The intergovernmental forum comprises 19 countries as well as the European Union.
The Bali summit will focus on three main areas — global health, digital economic transformation and energy transition.
The underlying theme of the summit is Recover Together, Recover Stronger.
But what is the G20 and why does it matter?
What is the G20?
The G20 is an all-purpose platform for diplomacy.
The group comprises Argentina, Australia, Brazil, Canada, China, France, Germany, India, Indonesia, Italy, Japan, Mexico, Russia, Saudi Arabia, South Africa, South Korea, Turkey, the UK the US and the EU.
Spain is a permanent guest, as are the UN, the African Union, the Association of South-East Asian Nations (Asean) and the World Bank.
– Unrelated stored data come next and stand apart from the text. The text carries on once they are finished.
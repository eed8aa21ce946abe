package dev.sheetwright.inventory;

import static org.junit.jupiter.api.Assertions.assertEquals;
import static org.junit.jupiter.api.Assertions.assertTrue;

import dev.sheetwright.core.material.MaterialType;
import java.nio.charset.StandardCharsets;
import java.nio.file.Path;
import java.util.ArrayList;
import java.util.HashSet;
import java.util.List;
import java.util.Set;
import java.util.concurrent.CompletableFuture;
import java.util.concurrent.CountDownLatch;
import java.util.concurrent.ExecutorService;
import java.util.concurrent.Executors;
import java.util.concurrent.Future;
import java.util.concurrent.TimeUnit;
import org.junit.jupiter.api.Test;
import org.junit.jupiter.api.Timeout;
import org.junit.jupiter.api.io.TempDir;

/**
 * Two planners drain the same rack at once, each through its own store on the same file. Every
 * galvanized remnant must be cut exactly once and every offcut id issued exactly once.
 */
class ConcurrentPlannersTest {
    private static final int REMNANTS = 30;

    @TempDir
    Path dir;

    private Path rack() {
        Path file = dir.resolve("rack.db");
        try (RemnantStore store = RemnantStore.open(file)) {
            for (int i = 0; i < REMNANTS; i++) {
                store.add(NewRemnant.manual(MaterialType.GALVANIZED, 24,
                        RemnantOutline.rectangle(100 + i, 100), "A" + i));
            }
        }
        return file;
    }

    @Test
    @Timeout(120)
    void twoThreads_eachWithItsOwnStore_neverShareARemnant() throws Exception {
        Path file = rack();
        ExecutorService pool = Executors.newFixedThreadPool(2);
        CountDownLatch start = new CountDownLatch(1);
        try {
            Future<List<String>> a = pool.submit(() -> {
                start.await();
                return PlannerMain.run(file, "plan-a");
            });
            Future<List<String>> b = pool.submit(() -> {
                start.await();
                return PlannerMain.run(file, "plan-b");
            });
            start.countDown();

            check(file, a.get(100, TimeUnit.SECONDS), b.get(100, TimeUnit.SECONDS));
        } finally {
            pool.shutdownNow();
        }
    }

    @Test
    @Timeout(180)
    void twoProcesses_onTheSameFile_neverShareARemnant() throws Exception {
        Path file = rack();
        Process a = planner(file, "plan-a");
        Process b = planner(file, "plan-b");
        try {
            CompletableFuture<String> outA = CompletableFuture.supplyAsync(() -> read(a));
            CompletableFuture<String> outB = CompletableFuture.supplyAsync(() -> read(b));
            assertTrue(a.waitFor(150, TimeUnit.SECONDS) && b.waitFor(30, TimeUnit.SECONDS), "planners timed out");
            assertEquals(0, a.exitValue(), outA.get());
            assertEquals(0, b.exitValue(), outB.get());

            check(file, outA.get().lines().toList(), outB.get().lines().toList());
        } finally {
            a.destroyForcibly();
            b.destroyForcibly();
        }
    }

    private static Process planner(Path file, String planId) throws Exception {
        String java = Path.of(System.getProperty("java.home"), "bin", "java").toString();
        return new ProcessBuilder(java, "-cp", System.getProperty("java.class.path"),
                PlannerMain.class.getName(), file.toString(), planId)
                .redirectErrorStream(true)
                .start();
    }

    private static String read(Process p) {
        try {
            return new String(p.getInputStream().readAllBytes(), StandardCharsets.UTF_8);
        } catch (java.io.IOException e) {
            throw new java.io.UncheckedIOException(e);
        }
    }

    private static void check(Path file, List<String> linesA, List<String> linesB) {
        List<String> used = new ArrayList<>();
        List<String> offcuts = new ArrayList<>();
        for (String line : concat(linesA, linesB)) {
            String[] parts = line.split(" ");
            assertEquals(2, parts.length, "unexpected planner output: " + line);
            used.add(parts[0]);
            offcuts.add(parts[1]);
        }
        Set<String> usedOnce = new HashSet<>(used);
        Set<String> inA = new HashSet<>(linesA.stream().map(l -> l.split(" ")[0]).toList());
        Set<String> inB = new HashSet<>(linesB.stream().map(l -> l.split(" ")[0]).toList());
        inA.retainAll(inB);
        assertEquals(Set.of(), inA, "both planners cut the same remnant");
        assertEquals(REMNANTS, used.size());
        assertEquals(REMNANTS, usedOnce.size());
        assertEquals(REMNANTS, new HashSet<>(offcuts).size());
        try (RemnantStore store = RemnantStore.open(file)) {
            List<Remnant> all = store.list(RemnantFilter.any().withIncludeUsed(true), RemnantSort.ID);
            assertEquals(2 * REMNANTS, all.size());
            for (Remnant r : all) {
                RemnantState expected = r.material() == MaterialType.GALVANIZED
                        ? RemnantState.USED : RemnantState.AVAILABLE;
                assertEquals(expected, r.state(), r.id());
            }
        }
    }

    private static List<String> concat(List<String> a, List<String> b) {
        List<String> all = new ArrayList<>(a);
        all.addAll(b);
        return all;
    }

}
Members account for more than four-fifths of the world’s GDP, three-quarters of its trade and three-fifths of its population.
How does the summit work?
Every year, the host nation — known as the Presidency — invites guest countries and global and local organisations to participate, broadening the forum’s representation.
This year, Indonesia has invited the UAE, Singapore, Cambodia and Ukraine. The full list is yet to be released.
How often does the G20 meet?
The Presidency rotates, with the host country working together with its predecessor and successor, known as the Troika, to ensure continuity.
Italy, Indonesia, and India make this year’s Troika.
The G20 initially met twice a year, but has been meeting once a year since 2011.
Having no permanent secretariat, the group’s agenda and co-ordination is done by the leaders’ personal representatives, known as sherpas, together with finance ministers and central bank governors.
Meetings among trade ministers, finance ministers and central bank governors set the agenda and culminate into the main conference.
How does it work?
At the end of the conference, a statement of the commitments and the visions is drafted from the chosen recommendations and deliverables arrived at the meetings.
Nothing is binding, though, and there is no enforcement beyond peer pressure.
Most of what is announced at the summit has been decided in pre-summit talks between the officials who do the diplomatic work for the leaders who attend the main summit.
The G20 has often been called a gabfest, where leaders talk aplenty, but achieve very little.